Personal information
- Nationality: Filipino
- Born: September 23, 2005 (age 20) Tandubas, Tawi-Tawi, Philippines
- College / University: UST

Volleyball information
- Position: Opposite hitter

National team
| 2025–present | Philippines |

= Al-Bukharie Sali =

Filipino volleyball player (born 2005)

Al-Bukharie Sali (born September 23, 2005) is a Filipino volleyball player who plays for the UST Golden Spikers.

==Early life==
Al-Bukharie Sali was born on September 23, 2005, in Tandubas, Tawi-Tawi.
==Career==
===Early career===
Sali was encouraged by his father to take up volleyball. In 2022, Ralph Ocampo scouted Sali. He was playing as a middle blocker for Tawi-Tawi's province day. Ocampo recruited him for the VNS Griffins of the Spikers' Turf. He later played for Mapúa High School in the National Collegiate Athletic Association.
===Collegiate===
After graduating from high school, Sali entered the University of Santo Tomas and played for the UST Golden Spikers as a wing spiker in the V-League and the University Athletic Association of the Philippines (UAAP).

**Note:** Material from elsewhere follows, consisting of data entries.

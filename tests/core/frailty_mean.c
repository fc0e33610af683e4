/* Means of products over the frailties, against closed forms; survival_cdf.csv is read in
 * evaluate.c. */
#include "table.h"

#include "../../src/family.h"
#include "../../src/frailty.h"

#include <math.h>

static double mean_of(const char *word, double theta, const double *log_t, size_t n)
{
    struct frailty_mean m = { .theta = theta, .log_t = log_t, .n = n };
    return family_named(word)->frailty->log_mean(&m);
}

/* Of an exponential V, E (1 - exp(-V t))^n = Beta(1/t, n + 1) / t. */
static void many_columns(void **state)
{
    (void)state;
    static double log_t[10000];
    for (double t = 1e-3; t < 2e3; t *= 10)
        for (size_t n = 1; n <= 10000; n *= 10) {
            for (size_t j = 0; j < n; j++) log_t[j] = log(t);
            double a = 1 / t, b = (double)n + 1;
            double want = lgamma(a) + lgamma(b) - lgamma(a + b) - log(t);
            double rounding = 4e-16 * (lgamma(a + b) + fabs(lgamma(a)) + lgamma(b));
            assert_within(mean_of("clayton", 1, log_t, n), want, 1e-11 + rounding);
        }
}

static const struct {
    const char *word;
    double theta[7];
} any[] = {
    { "clayton", { 1e-9, 0.02, 1, 5, 100, 1e4, 1e12 } },
    { "gumbel", { 1, 1 + 1e-9, 1.02, 1.7, 5, 100, 1e6 } },
    { "frank", { 1e-9, 0.02, 1, 5, 40, 700, 1e6 } },
    { "joe", { 1, 1 + 1e-9, 1.02, 1.7, 5, 100, 1e6 } },
};

/* One column: 1 - psi(t). */
static void one_column(void **state)
{
    (void)state;
    for (size_t i = 0; i < 4; i++)
        for (int k = 0; k < 7; k++)
            for (double log_t = -3; log_t < 6; log_t += 0.5) {
                double theta = any[i].theta[k];
                double want = 1 - family_named(any[i].word)->psi(log_t, theta);
                if (want < 1e-3) continue;
                assert_within(mean_of(any[i].word, theta, &log_t, 1), log(want), 1e-11);
            }
}

/* A column that is never above changes nothing. */
static void columns_at_one(void **state)
{
    (void)state;
    for (size_t i = 0; i < 4; i++)
        for (int k = 0; k < 7; k++) {
            const double two[] = { -2, -1 }, four[] = { -2, HUGE_VAL, -1, HUGE_VAL };
            assert_within(mean_of(any[i].word, any[i].theta[k], four, 4),
                          mean_of(any[i].word, any[i].theta[k], two, 2), 1e-11);
        }
}

int main(void)
{
    const struct CMUnitTest tests[] = { cmocka_unit_test(many_columns),
                                        cmocka_unit_test(one_column),
                                        cmocka_unit_test(columns_at_one) };
    return cmocka_run_group_tests(tests, NULL, NULL);
}
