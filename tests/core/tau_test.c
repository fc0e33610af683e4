/* Kendall's test against exact counts of permutations, a published table and published examples. */
#include "pairs.h"

#include "../../src/tau_test.h"

/* All of the distribution for small n, enumerated up to n = 8 (file's own sources). */
static void null_distribution(void **state)
{
    (void)state;
    struct csv *t = csv_read("kendall_null_distribution.csv");
    pool p = { 0 };
    for (size_t k = 0; k < t->rows; k++) {
        size_t n = (size_t)csv_number(t, k, "n");
        uint64_t d = (uint64_t)csv_number(t, k, "discordant");
        double got;
        assert_int_equal(tau_null_probability(n, d, &got, &p), OK);
        assert_close(got, csv_number(t, k, "P_S_ge"), 1e-14);
    }
    assert_int_equal(p.bytes, 0);
    csv_free(t);
}

/* Tails down to tiny probabilities, by exact rational counts. */
static void null_tails(void **state)
{
    (void)state;
    struct csv *t = csv_read("kendall_null_tail.csv");
    pool p = { 0 };
    for (size_t k = 0; k < t->rows; k++) {
        size_t n = (size_t)csv_number(t, k, "n");
        double s = csv_number(t, k, "S"), got;
        uint64_t d = (uint64_t)(((double)pairs_among(n) - s) / 2);
        assert_int_equal(tau_null_probability(n, d, &got, &p), OK);
        assert_close(got, csv_number(t, k, "P_S_ge"), 1e-13);
    }
    csv_free(t);
}

/* The published table of critical values, n = 4 .. 50: the tail there is at most alpha, and one
 * step further in it is above. */
static void critical_values(void **state)
{
    (void)state;
    struct csv *t = csv_read("kendall_critical_values.csv");
    pool p = { 0 };
    size_t compared = 0;
    for (size_t k = 0; k < t->rows; k++) {
        size_t n = (size_t)csv_number(t, k, "n");
        double alpha = csv_number(t, k, "one_sided_alpha"), s = csv_number(t, k, "S_critical");
        double pairs = (double)pairs_among(n), got;
        if (is_gap(s)) {                             /* not even perfect agreement is rare enough */
            assert_int_equal(tau_null_probability(n, 0, &got, &p), OK);
            assert_true(got > alpha);
            continue;
        }
        assert_int_equal(tau_null_probability(n, (uint64_t)((pairs - s) / 2), &got, &p), OK);
        assert_close(got, csv_number(t, k, "exact_tail_probability"), 1e-13);
        assert_true(got <= alpha);
        assert_int_equal(tau_null_probability(n, (uint64_t)((pairs - s) / 2) + 1, &got, &p), OK);
        assert_true(got > alpha);
        compared++;
    }
    assert_in_range(compared, 200, 282);
    csv_free(t);
}

/* p-values of published data sets: exact without ties, normal with corrected variance with ties
 * (values recomputed in the file with SciPy and exact integers). */
static void published_examples(void **state)
{
    (void)state;
    struct csv *t = csv_read("kendall_examples.csv");
    size_t exact = 0;
    for (size_t k = 0; k < t->rows; k++) {
        size_t n, used;
        double *x = dataset(csv_text(t, k, "dataset"), &n), both, above, below;
        bool ties = csv_number(t, k, "pairs_tied_x") || csv_number(t, k, "pairs_tied_y");
        pool p = { 0 };
        assert_int_equal(tau_test(x, x + n, n, SIDE_BOTH, &both, &used, &p), OK);
        assert_int_equal(tau_test(x, x + n, n, SIDE_ABOVE, &above, &used, &p), OK);
        assert_int_equal(tau_test(x, x + n, n, SIDE_BELOW, &below, &used, &p), OK);
        assert_int_equal(used, n);
        const char *column = ties || n > 200 ? "p_two_sided_normal" : "p_two_sided_exact";
        double want = csv_number(t, k, column);
        if (want >= 1e-308) assert_close(both, want, 1e-11);
        else assert_same(both, 0);
        double smaller = fmin(above, below);
        assert_close(fmin(1, 2 * smaller), both, 1e-14);
        assert_true((csv_number(t, k, "S") > 0) == (above < below));
        exact += !ties;
        free(x);
    }
    assert_in_range(exact, 2, 10);
    csv_free(t);
}

/* Without ties: all orders of six rows, each equally likely, give p-values whose distribution is
 * their own: the share of orders with p <= some p is that p. By definition of a p-value. */
static void p_values_are_probabilities(void **state)
{
    (void)state;
    double x[6] = { 0, 1, 2, 3, 4, 5 }, y[6], p_values[720];
    pool p = { 0 };
    for (size_t order = 0; order < 720; order++) {
        size_t left = order, used;
        for (size_t i = 0; i < 6; i++) {             /* insert i at a place of the factorial base */
            size_t at = left % (i + 1);
            left /= i + 1;
            for (size_t k = i; k > at; k--) y[k] = y[k - 1];
            y[at] = (double)i;
        }
        assert_int_equal(tau_test(x, y, 6, SIDE_ABOVE, &p_values[order], &used, &p), OK);
    }
    for (size_t i = 0; i < 720; i++) {
        size_t as_small = 0;
        for (size_t k = 0; k < 720; k++) as_small += p_values[k] <= p_values[i] * (1 + 1e-12);
        assert_close(p_values[i], (double)as_small / 720, 1e-13);
    }
}

static void special_cases(void **state)
{
    (void)state;
    enum { N = 1100 };
    static double x[N], y[N];
    double got;
    size_t used;
    pool p = { 0 };
    for (size_t i = 0; i < N; i++) {
        x[i] = (double)i;
        y[i] = i % 2 ? (double)i : NAN;
    }
    assert_int_equal(tau_test(x, x, 1, SIDE_BOTH, &got, &used, &p), TOO_FEW);
    assert_int_equal(tau_test(x, y, 3, SIDE_BOTH, &got, &used, &p), TOO_FEW);
    assert_int_equal(used, 1);
    double flat[] = { 2, 2, 2 }, two[] = { 1, 2 };
    assert_int_equal(tau_test(x, flat, 3, SIDE_BOTH, &got, &used, &p), NO_VARIATION);
    assert_int_equal(tau_test(x, two, 2, SIDE_BOTH, &got, &used, &p), OK);
    assert_same(got, 1);                             /* either order of two rows is as extreme */
    assert_int_equal(tau_test(x, x, 150, SIDE_BELOW, &got, &used, &p), OK);
    assert_same(got, 1);
    assert_int_equal(tau_test(x, x, 150, SIDE_ABOVE, &got, &used, &p), OK);
    assert_close(got, exp(-lgamma(151)), 1e-11);     /* 1/150! = 1.75e-263 */
    assert_int_equal(tau_test(x, x, 200, SIDE_ABOVE, &got, &used, &p), OK);
    assert_same(got, 0);                             /* 1/200! = 1.3e-375 */
    assert_int_equal(tau_test(x, y, N, SIDE_ABOVE, &got, &used, &p), OK);
    assert_int_equal(used, N / 2);
    assert_true(got > 0 && got < 1e-200);            /* z = 35.2 */
    for (size_t k = 1; k <= 6; k++) {
        pool failing = { .fail_at = k };
        assert_int_equal(tau_test(x, x, 20, SIDE_BOTH, &got, &used, &failing), NO_MEMORY);
        assert_int_equal(failing.bytes, 0);
    }
}

int main(void)
{
    const struct CMUnitTest tests[] = {
        cmocka_unit_test(null_distribution), cmocka_unit_test(null_tails),
        cmocka_unit_test(critical_values), cmocka_unit_test(published_examples),
        cmocka_unit_test(p_values_are_probabilities), cmocka_unit_test(special_cases),
    };
    return cmocka_run_group_tests_name("tau_test", tests, NULL, NULL);
}
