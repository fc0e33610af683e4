/* Tests of src/price.c and src/tally.c: closed forms by drawing, and what must hold for every
 * cover. */
#include "margins.h"

#include "../../src/draw.h"
#include "../../src/family.h"
#include "../../src/price.h"
#include "../../src/quantiles.h"

static const double none = INFINITY;
enum { MOST_LINES = 5 };

/* A model with its cover, ready to price. */
struct deal {
    pool p;
    copula model;
    struct margins margins;
    margin of[MOST_LINES];
    double matrix[MOST_LINES * MOST_LINES], df[MOST_LINES];
    struct terms terms;
    term term_of[MOST_LINES], aggregate;
    cover cover;
    struct simulation sim;
    pricing out;
};

/* every pair with the same correlation or theta */
static void set_model(struct deal *d, const char *word, size_t lines, double parameter)
{
    const family *f = family_named(word);
    *d = (struct deal){ .model = { .family = f, .dimension = lines, .theta = parameter } };
    for (size_t i = 0; i < lines; i++) d->df[i] = 4;
    for (size_t i = 0; i < lines * lines; i++) d->matrix[i] = i % (lines + 1) ? parameter : 1;
    if (f->has_matrix) d->model.matrix = d->matrix;
    if (f->has_df) d->model.df = d->df;
    d->margins = (struct margins){ lines, d->of, NULL };
    d->sim = (struct simulation){ .model = &d->model, .margins = &d->margins, .cover = &d->cover,
                                  .seed = 1, .rows = 200000, .level = 0.99 };
}

static void set_cover(struct deal *d, bool with_terms, bool with_aggregate)
{
    d->terms = (struct terms){ with_terms ? d->margins.lines : 0, d->term_of, NULL };
    assert_int_equal(cover_prepare(&d->terms, d->margins.lines,
                                   with_aggregate ? &d->aggregate : NULL, &d->p, &d->cover),
                     OK);
}

static void run(struct deal *d)
{
    assert_int_equal(price_model(&d->sim, &d->p, &d->out), OK);
}

static estimate figure(const struct deal *d, size_t row, enum view v)
{
    return d->out.of[row * VIEWS + v];
}

/* ---- closed forms ---- */

static double closed_form(const struct csv *t, const char *quantity, const char *measure,
                          double level)
{
    char wanted[128], text[32];
    snprintf(text, sizeof text, "%g", level);
    snprintf(wanted, sizeof wanted, "%s: %s %s", quantity, measure, text);
    for (size_t i = 0; i < t->rows; i++)
        if (csv_is(t, i, "quantity", wanted)) return csv_number(t, i, "value");
    fail_msg("no row \"%s\"", wanted);
    return NAN;
}

static void check_closed_forms(struct deal *d, const char *quantity)
{
    static const double levels[] = { 0.9, 0.99, 0.995 };
    struct csv *t = csv_read("portfolio_closed_forms.csv");
    set_cover(d, false, false);
    for (size_t i = 0; i < 3; i++) {
        d->sim.level = levels[i];
        run(d);
        estimate var = figure(d, PRICE_VALUE_AT_RISK, GROSS),
                 tvar = figure(d, PRICE_SHORTFALL, GROSS);
        assert_within(var.value, closed_form(t, quantity, "VaR", levels[i]), 4 * var.error);
        assert_within(tvar.value, closed_form(t, quantity, "TVaR", levels[i]), 4 * tvar.error);
    }
    csv_free(t);
    pool_empty(&d->p);
}

/* tests/values/portfolio_closed_forms.csv: sums of gammas, of comonotone lognormals, of normals */
static void closed_forms_by_drawing(void **state)
{
    (void)state;
    struct deal d;
    set_model(&d, "independent", 2, 0);
    d.of[0] = margin_of("gamma", 2, 10);
    d.of[1] = margin_of("gamma", 3, 10);
    check_closed_forms(&d, "independent gamma(2,10)+gamma(3,10)");
    set_model(&d, "gaussian", 2, 1);
    d.of[0] = margin_of("lognormal", 10, 0.5);
    d.of[1] = margin_of("lognormal", 8, 1.5);
    check_closed_forms(&d, "comonotone lognormal(10,0.5)+lognormal(8,1.5)");
    set_model(&d, "gaussian", 2, 0.5);
    d.of[0] = margin_of("normal", 100, 20);
    d.of[1] = margin_of("normal", 150, 30);
    check_closed_forms(&d, "normal copula rho 0.5, normal(100,20)+normal(150,30)");
}

/* the first five segments of Annex IV of Delegated Regulation (EU) 2015/35 */
static void segments(double *matrix)
{
    struct csv *t = csv_read("law_correlation_matrices.csv");
    for (size_t r = 0; r < t->rows; r++) {
        size_t i = (size_t)csv_number(t, r, "i"), j = (size_t)csv_number(t, r, "j");
        if (!csv_is(t, r, "matrix", "nonlife_premium_reserve_segments") || i > 5 || j > 5) continue;
        matrix[(i - 1) * 5 + j - 1] = csv_number(t, r, "value");
    }
    csv_free(t);
}

/* tests/values/euler_allocation_elliptical.csv, the normal model (McNeil, Frey & Embrechts
 * 2005): the parts of the lines in the shortfall, within four standard errors */
static void parts_of_a_normal_model(void **state)
{
    (void)state;
    static const double mean[] = { 100, 80, 50, 120, 200 }, sd[] = { 10, 8, 7.5, 12, 28 };
    struct deal d;
    set_model(&d, "gaussian", 5, 0);
    segments(d.matrix);
    for (size_t j = 0; j < 5; j++) d.of[j] = margin_of("normal", mean[j], sd[j]);
    set_cover(&d, false, false);
    struct csv *t = csv_read("euler_allocation_elliptical.csv");
    size_t checked = 0;
    for (size_t r = 0; r < t->rows; r++) {
        if (!csv_is(t, r, "model", "normal")) continue;
        if (csv_is(t, r, "item", "total")) {
            d.sim.level = csv_number(t, r, "p");
            run(&d);
        }
        size_t line = csv_is(t, r, "item", "total") ? 0 : (size_t)csv_number(t, r, "item");
        size_t row = line ? PRICE_LINES + 5 + line - 1 : PRICE_SHORTFALL;
        estimate e = figure(&d, row, GROSS);
        assert_true(e.error < 0.01 * e.value);
        assert_within(e.value, csv_number(t, r, "TVaR_contribution"), 4 * e.error);
        checked++;
    }
    assert_true(checked >= 12);
    csv_free(t);
    pool_empty(&d.p);
}

/* ---- what holds for every cover ---- */

/* three lines of which one is a gamma and one follows, with an aggregate */
static void set_layers(struct deal *d, const char *family_word, double parameter)
{
    set_model(d, family_word, 3, parameter);
    d->of[0] = margin_of("lognormal", 6, 1);
    d->of[1] = margin_of("gamma", 2, 300);
    d->of[2] = margin_of("lomax", 3, 200);
    d->term_of[0] = (term){ 300, 2000, 0.8, 0 };
    d->term_of[1] = (term){ 500, none, 1, 0 };
    d->term_of[2] = (term){ 0, none, 1, 1 };
    d->aggregate = (term){ 400, 3000, 0.9, 0 };
    d->sim.rows = 30011;
}

static void check_sums(const struct deal *d)
{
    size_t lines = d->margins.lines;
    for (int v = 0; v < VIEWS; v++) {
        double means = 0, parts = 0;
        for (size_t j = 0; j < lines; j++) {
            means += figure(d, PRICE_LINES + j, v).value;
            parts += figure(d, PRICE_LINES + lines + j, v).value;
        }
        assert_close(means, figure(d, PRICE_MEAN, v).value, 1e-12);
        assert_close(parts, figure(d, PRICE_SHORTFALL, v).value, 1e-12);
    }
    assert_close(figure(d, PRICE_MEAN, CEDED).value + figure(d, PRICE_MEAN, RETAINED).value,
                 figure(d, PRICE_MEAN, GROSS).value, 1e-12);
}

static void parts_add_up(void **state)
{
    (void)state;
    struct deal d;
    set_layers(&d, "t", 0.5);
    for (int k = 0; k < 4; k++) {
        set_cover(&d, k & 1, k & 2);
        run(&d);
        check_sums(&d);
    }
    pool_empty(&d.p);
}

/* functions.md: PRICE under plain equals REPORT(LOSSES(DRAW())) */
static void model_equals_its_losses(void **state)
{
    (void)state;
    static const char *const words[] = { "t", "gumbel", "independent", "clayton" };
    for (size_t k = 0; k < 4; k++) {
        struct deal d;
        set_layers(&d, words[k], k == 0 ? 0.5 : 1.6);
        set_cover(&d, true, true);
        run(&d);
        size_t rows = d.sim.rows;
        samples losses = { rows, 3, pool_take(&d.p, rows, 3 * sizeof(double)), NULL };
        assert_int_equal(draw(&d.model, 1, 0, rows, losses.at, rows, &d.p), OK);
        for (size_t j = 0; j < 3; j++) {
            const quantiles *q;
            assert_int_equal(quantiles_prepare(d.of + j, NULL, rows, &d.p, &q), OK);
            losses_at(q, column(&losses, j), rows, column(&losses, j));
        }
        pricing given;
        assert_int_equal(price_losses(&losses, &d.cover, 0.99, &d.p, &given), OK);
        for (size_t i = 0; i < price_rows(3) * VIEWS; i++) {
            assert_same(given.of[i].value, d.out.of[i].value);
            assert_same(given.of[i].error, d.out.of[i].error);
        }
        pool_empty(&d.p);
    }
}

/* With an exponential of mean 1 the layer from e of width l costs exp(-e) - exp(-e - l),
 * attaches with exp(-e) and is exhausted with exp(-e - l); an aggregate on one line is a layer
 * on that layer. */
static void layers_of_an_exponential(void **state)
{
    (void)state;
    struct deal d;
    set_model(&d, "independent", 2, 0);
    d.of[0] = margin_of("exponential", 1, NAN);
    d.of[1] = margin_of("exponential", 1, NAN);
    d.term_of[0] = (term){ 0.5, 2, 1, 0 };
    d.term_of[1] = (term){ 1, 1, 0, 0 };                  /* nothing is ceded of the second */
    set_cover(&d, true, false);
    run(&d);
    estimate mean = figure(&d, PRICE_MEAN, CEDED), attaching = figure(&d, PRICE_ATTACHING, CEDED);
    estimate exhausting = figure(&d, PRICE_EXHAUSTING, CEDED);
    assert_within(mean.value, exp(-0.5) - exp(-2.5), 4 * mean.error);
    assert_within(attaching.value, exp(-0.5), 4 * attaching.error);
    assert_within(exhausting.value, exp(-2.5) * exp(-2),
                  4 * exhausting.error); /* both at their limit */
    assert_close(attaching.error, sqrt(exp(-0.5) * (1 - exp(-0.5)) / 200000), 0.01);
    assert_true(isnan(figure(&d, PRICE_ATTACHING, GROSS).value));
    d.aggregate = (term){ 0.5, 1, 1, 0 };
    set_cover(&d, true, true);
    run(&d);
    mean = figure(&d, PRICE_MEAN, CEDED);
    attaching = figure(&d, PRICE_ATTACHING, CEDED);
    exhausting = figure(&d, PRICE_EXHAUSTING, CEDED);
    assert_within(mean.value, exp(-1) - exp(-2), 4 * mean.error);
    assert_within(attaching.value, exp(-1), 4 * attaching.error);
    assert_within(exhausting.value, exp(-2), 4 * exhausting.error);
    d.aggregate.limit = none;
    set_cover(&d, true, true);
    run(&d);
    assert_true(isnan(figure(&d, PRICE_EXHAUSTING, CEDED).value));
    pool_empty(&d.p);
}

/* ---- schemes ---- */

/* The other schemes give the same price with no larger error of the mean; a second seed lies within
 * their own errors. */
static void schemes_agree(void **state)
{
    (void)state;
    struct deal d;
    set_layers(&d, "gaussian", 0.5);
    d.sim.rows = 64000;
    set_cover(&d, true, true);
    run(&d);
    estimate plain = figure(&d, PRICE_MEAN, GROSS), tail = figure(&d, PRICE_SHORTFALL, CEDED);
    for (int how = SCHEME_ANTITHETIC; how <= SCHEME_SOBOL; how++) {
        d.sim.how = (scheme)how;
        run(&d);
        estimate mean = figure(&d, PRICE_MEAN, GROSS), other = figure(&d, PRICE_SHORTFALL, CEDED);
        assert_true(mean.error < 0.8 * plain.error);
        assert_within(mean.value, plain.value, 4 * hypot(mean.error, plain.error));
        assert_within(other.value, tail.value, 4 * hypot(other.error, tail.error));
        check_sums(&d);
        d.sim.seed = 2;
        run(&d);
        assert_within(figure(&d, PRICE_MEAN, GROSS).value, mean.value, 6 * mean.error);
        d.sim.seed = 1;
    }
    pool_empty(&d.p);
}

/* Two standard normals with correlation 1/2 add up to a normal with sd sqrt 3; truth holds its
 * quantile z and its density at z / 0.01 at level 0.99 (scipy.stats.norm). How far the figures lie
 * from these is what the errors say, even where parts have but five rows in the tail. */
static void errors_of_short_parts(void **state)
{
    (void)state;
    static const double truth[] = { 2.3263478740408408, 2.6652142203458075 };
    for (int how = SCHEME_ANTITHETIC; how <= SCHEME_SOBOL; how++) {
        double away[2] = { 0 }, errors[2] = { 0 };
        for (size_t round = 0; round < effort(200); round++) {
            struct deal d;
            set_model(&d, "gaussian", 2, 0.5);
            d.of[0] = d.of[1] = margin_of("normal", 0, 1);
            set_cover(&d, false, false);
            d.sim.how = (scheme)how;
            d.sim.rows = PRICE_REPLICATES * 500;
            d.sim.seed = 1 + round;
            run(&d);
            for (size_t k = 0; k < 2; k++) {
                estimate e = figure(&d, k ? PRICE_SHORTFALL : PRICE_VALUE_AT_RISK, GROSS);
                away[k] += pow(e.value - truth[k] * sqrt(3), 2);
                errors[k] += e.error * e.error;
            }
            pool_empty(&d.p);
        }
        for (size_t k = 0; k < 2; k++) assert_within(sqrt(away[k] / errors[k]), 1, 0.25);
    }
}

/* With fewer than about four rows of each part in the tail the tail figures have no error, as under
 * plain; the others have. */
static void no_errors_without_a_tail(void **state)
{
    (void)state;
    struct deal d;
    set_layers(&d, "gaussian", 0.5);
    set_cover(&d, true, true);
    for (int how = SCHEME_ANTITHETIC; how <= SCHEME_SOBOL; how++) {
        d.sim.how = (scheme)how;
        d.sim.rows = PRICE_REPLICATES * 300;
        run(&d);
        for (size_t i = 0; i < price_rows(3); i++) {
            bool tail = i == PRICE_VALUE_AT_RISK || i == PRICE_SHORTFALL || i >= PRICE_LINES + 3;
            if (isnan(figure(&d, i, CEDED).value)) continue;
            assert_int_equal(isnan(figure(&d, i, CEDED).error), tail);
        }
    }
    pool_empty(&d.p);
}

/* ---- trouble ---- */

static void overflow_is_told(void **state)
{
    (void)state;
    struct deal d;
    set_model(&d, "independent", 2, 0);
    d.of[0] = margin_of("lognormal", 1, 1);
    d.of[1] = margin_of("lomax", 0.005, 1);
    set_cover(&d, false, false);
    d.sim.rows = 10000;
    assert_int_equal(price_model(&d.sim, &d.p, &d.out), OUT_OF_DOMAIN);
    assert_int_equal(d.out.overflowed, 2);
    pool_empty(&d.p);
}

The also took part as UST–Gameville Golden Spikers at the 2025 Spikers' Turf Invitational Conference
===National team===
In November 2025, Sali was called up to the training pool of the Philippines national team for the 2025 SEA Games in Thailand. He later made his national debut in the regional games' volleyball tournament the following month.